N-Po (Korea): analoger Begriff für Menschen in Südkorea, die aufgegeben haben
Japan: hat zwar kein mir bekanntes vergleichbares "Schlagwort", aber die Stimmung ist ähnlich (vgl https://www.theguardian.com/world/article/2024/jul/19/japan-asks-young-people-views-marriage-population-crisis )
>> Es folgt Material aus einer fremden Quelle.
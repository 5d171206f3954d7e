import { textRuns } from '@gapwise/contracts';

const SVG_NS = 'http://www.w3.org/2000/svg';
/** Subscript size relative to the text (as `gw-rich-text` and the PDF report). */
export const SUB_SCALE = 0.72;
/** How far a subscript drops, in ems of the subscript. */
const SUB_DROP_EM = 0.35;

/**
 * Writes `text` into an SVG `<text>` with true subscripts: each `_X` / `_{…}` run becomes a
 * smaller `<tspan>` lowered by `dy`, and the next plain run climbs back to the baseline. Only
 * presentation attributes are used (no CSS, no `baseline-shift`), so the exported SVG and PNG
 * draw the same in any viewer. The element's text content reads without the markup (`2|HAB|`).
 */
export function setSvgRichText(el: SVGTextElement, text: string): void {
  el.textContent = '';
  let lowered = false;
  for (const run of textRuns(text)) {
    const span = el.ownerDocument.createElementNS(SVG_NS, 'tspan');
    span.textContent = run.text;
    if (run.sub) {
      span.setAttribute('class', 'sub');
      span.setAttribute('font-size', `${SUB_SCALE}em`);
      if (!lowered) span.setAttribute('dy', `${SUB_DROP_EM}em`);
      lowered = true;
    } else if (lowered) {
      span.setAttribute('dy', `${(-SUB_DROP_EM * SUB_SCALE).toFixed(3)}em`);
      lowered = false;
    }
    el.appendChild(span);
  }
}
Ich interessiere mich persönlich schon länger für die Geschichte, Wirtschaft, Sozioökonomie, in China, Korea und Japan. Und in allen drei Ländern finden sich fortschreitende Tendenzen dazu, dass die Junge Generation aufgibt. Besserung ist nicht in Sicht, eher im Gegenteil, es schreitet exponentiell fort. Das Bemerkenswerte: wenn man sich Interviews ansieht oder durchliest spürt man in vielen Fällen keine Depression, keine negative Energie, sondern eine faszinierende tiefe Gelassenheit und Ruhe. Klar, kann "fake" sein, glaube ich aber nicht (Ausnahmen mags geben).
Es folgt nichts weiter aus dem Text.